I tried to install my AOE III on my windows 7 laptop but everytime it stops on the second disc at 
C:\...\Age of Empires 3 III\sound\cinematics\13B\Music.mp3
plssssssssssss help


----------



## tom982 (Jul 17, 2011)

Hello 04252sk and welcome to TSF artytime:

It would help us if you could answer the following questions:

Does the installation fail? If so, is there an error code?

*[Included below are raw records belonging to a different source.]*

// The Risk tab in Debian's Chromium, against a real server and a real worker
// process: an editor lets two vital rates vary, is stopped by an impossible
// SD for a beta next to its input (the form's check) and by a threshold the
// chosen stages already start below (the server's check, placed under the
// threshold input), starts a Run, watches the progress bar, and reads the
// quasi-extinction table and the criterion E table against the Run's stored
// result. A viewer of the Study reads the same Run without any Start button.
// A long Run can be cancelled.
import { afterAll, beforeAll, describe, expect, it } from "vitest";
import type { Locator, Page } from "playwright-core";
import type { RiskRun } from "../../src/api/runs";
import { threeStageLifeCycle } from "../factories/life-cycles";
import { launchBrowser, watchPageErrors } from "../helpers/browser";
import { signUpAgent, startTestServer, type BrowserAgent, type TestServer } from "../helpers/server";
import { startWorker } from "../helpers/worker";

type Agent = BrowserAgent & { user: { email: string; password: string; name: string; id: string } };

let server: TestServer;
let worker: ReturnType<typeof startWorker>;
let browser: Awaited<ReturnType<typeof launchBrowser>>;
let owner: Agent;
let studyId: string;
let lifeCycleId: string;
/** The Run the editor starts in the first test; the viewer reads it in the second. */
let runId: string | null = null;

const CAUTIONS =
  "Results support and do not replace expert judgement; status listings and management decisions follow the rules of the responsible authority and peer review; models are only as good as their data.";

beforeAll(async () => {
  server = await startTestServer();
  worker = startWorker(server.databaseUrl);
  browser = await launchBrowser();
  owner = (await signUpAgent(server, { name: "Rosa Runner" })) as Agent;
  studyId = (await owner.post("/api/v1/studies", { name: "Heathland lizards" })).body.id as string;
  const created = await owner.post(`/api/v1/studies/${studyId}/life-cycles`, { document: threeStageLifeCycle({ name: "Heath site" }) });
  expect(created.status).toBe(201);
  lifeCycleId = created.body.id as string;
});

afterAll(async () => {
  await browser?.close();
  await worker?.stop();
  await server?.close();
});

async function signIn(page: Page, user: { email: string; password: string }) {
  // A late response from the previous test's page can set its session cookie again after
  // the cookies were cleared: end any session first, then open the sign-in form.
  await page.goto(`${server.url}/sign-in`);
  await page.evaluate(async () => {
    const csrf = decodeURIComponent(document.cookie.split("; ").find((c) => c.startsWith("sw_csrf="))?.slice("sw_csrf=".length) ?? "");
    await fetch("/api/v1/auth/sign-out", { method: "POST", headers: { "X-CSRF-Token": csrf } });
  });
  await page.goto(`${server.url}/sign-in`);
  await page.getByLabel("E-mail").fill(user.email);
  await page.getByLabel("Password").fill(user.password);
  await page.getByRole("button", { name: "Sign in" }).click();
  await page.waitForURL((url) => !url.pathname.startsWith("/sign-in"));
}

async function openRisk(page: Page) {
  await page.goto(`${server.url}/life-cycles/${lifeCycleId}`);
  await page.getByRole("tab", { name: "Risk" }).click();
  await page.getByRole("heading", { name: "Risk", level: 2 }).waitFor();
}

/** The text of the element(s) an input's aria-describedby points at, without decorative marks: what a screen reader reads with it. */
async function description(input: Locator): Promise<string> {
  return input.evaluate((el) =>
    (el.getAttribute("aria-describedby") ?? "")
      .split(" ")
      .filter(Boolean)
      .map((id) => {
        const copy = document.getElementById(id)?.cloneNode(true) as HTMLElement | undefined;
        copy?.querySelectorAll("[aria-hidden='true']").forEach((n) => n.remove());
        return copy?.textContent?.trim() ?? "";
      })
      .join(" "),
  );
}

/** "12.3 %" → 0.123. */
function percentOf(text: string): number {
  return Number(text.trim().replace(/\s*%$/, "")) / 100;
}

async function withPage(user: { email: string; password: string }, run: (page: Page) => Promise<void>, screenshotOnFailure: string) {
  const page = await browser.context.newPage();
  const errors = watchPageErrors(page);
  try {
    await signIn(page, user);
    await run(page);
    expect(errors()).toEqual([]);
  } catch (error) {
    await page.screenshot({ path: `.data/${screenshotOnFailure}`, fullPage: true }).catch(() => undefined);
    throw error;
  } finally {
    // Close first: a poll still in flight could otherwise set the session cookie again after it was cleared.
    await page.close();
    await browser.context.clearCookies();
  }
}
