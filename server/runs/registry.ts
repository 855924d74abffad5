import type { RunKinds } from "./kinds";
import { riskRun } from "./risk";

/** Every kind of Run the server can start and the workers can compute. */
export const RUN_KINDS: RunKinds = {
  risk: riskRun as RunKinds[string],
};
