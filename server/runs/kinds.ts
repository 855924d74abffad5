import type { Db } from "../db/client";

/**
 * A kind of background computation. `prepare` runs in the web server (it
 * checks the request and freezes everything the run needs into `input`);
 * `runChunk` and `merge` run in workers and must be deterministic: chunk k's
 * result depends only on (input, k), and `merge` sees the partials in chunk order.
 */
export interface RunKind<Input = unknown, Partial = unknown, Result = unknown> {
  prepare(db: Db, target: RunTarget, settings: unknown): Promise<{ input: Input; settings: unknown; chunks: number }>;
  runChunk(input: Input, chunkIndex: number): Partial | Promise<Partial>;
  merge(input: Input, partials: Partial[]): Result;
}

/** What a run works on: a life cycle (Risk) or a Field-data dataset (the λ bootstrap). */
export interface RunTarget {
  studyId: string;
  lifeCycleId: string | null;
  datasetId?: string | null;
}

export type RunKinds = Record<string, RunKind<never, never, unknown>>;
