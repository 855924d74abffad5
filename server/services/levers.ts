import type { LifeCycle } from "../../shared/lifecycle";
import { breakEvenTable, compareScenarios, LeverError, leverModel, lifeCycleLtre, rankLevers } from "../../shared/levers";
import type { LeversRequest, LeversResponse, LtreResponse } from "../../shared/schemas/levers";
import { HttpError } from "../http/errors";
import { parseDocument } from "./life-cycles";

/** A life cycle that cannot be used for levers is the request's fault: a 400 naming the field. */
function asBadRequest(err: unknown, field: string): never {
  if (err instanceof LeverError) {
    const path = [field, ...err.path].join(".");
    throw new HttpError(400, err.message, "bad_request", [{ path, message: err.message }]);
  }
  throw err;
}

const scenariosOf = (doc: LifeCycle) => doc.scenarios ?? [];

/** Scenario comparison, lever ranking and (unless asked not to) break-even values of one life cycle. */
export function leversOfLifeCycle(req: LeversRequest): LeversResponse {
  const doc = parseDocument(req.document);
  try {
    const model = leverModel(doc);
    const scenarios = scenariosOf(doc);
    return {
      comparison: compareScenarios(doc, scenarios),
      ranking: rankLevers(model, { relativeChange: req.relativeChange, scenarios }),
      breakEven: req.breakEven ? breakEvenTable(model, { target: req.target }) : null,
      timeStepUnit: doc.timeStepUnit,
    };
  } catch (err) {
    return asBadRequest(err, "document");
  }
}

/** Fixed-design LTRE of `comparison` against `reference`. */
export function ltreOfLifeCycles(reference: unknown, comparison: unknown): LtreResponse {
  const ref = parseDocument(reference, "reference");
  const cmp = parseDocument(comparison, "comparison");
  try {
    return lifeCycleLtre(ref, cmp);
  } catch (err) {
    if (err instanceof LeverError && err.path[0] === "comparison") {
      throw new HttpError(400, err.message, "bad_request", [{ path: err.path.join("."), message: err.message }]);
    }
    return asBadRequest(err, "reference");
  }
}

Or does it just freeze/hang on that file?
Are there any scratches on the discs? 

Tom


----------



## 04252sk (Jan 15, 2012)

it just stucks on the same file every installation i tried with the aoe iii, and there are some small scratches on the disc so what should i do


----------



## RockmasteR (Aug 10, 2007)

try to copy the files from the CDs/DVDs to your Hard Disk
if some files did not copy your CD is scratched and some sectors are unreadable
if you have another DVD Drive, you can try it


----------



## 04252sk (Jan 15, 2012)

i will try
thanks for the help

ok then i tried to copy the files that is on the aoe iii disc 2 and it just stucks 3/4 the way just like it stuck on the installation


----------



## RockmasteR (Aug 10, 2007)

this means that the DVD Drive is unable to fully read the CD
you can try the CD on another CD/DVD Drive and see what happens
if the same thing happens, your CD is dead...


----------



## 04252sk (Jan 15, 2012)

don't worry 
I fixed the promblem
I downloaded AOE III disc 2 then burn the files on a new disc and installed age of empires 3


----------



## RockmasteR (Aug 10, 2007)

downloading a pirated game won't fix your issues
buy the game it's cheap on amazon


----------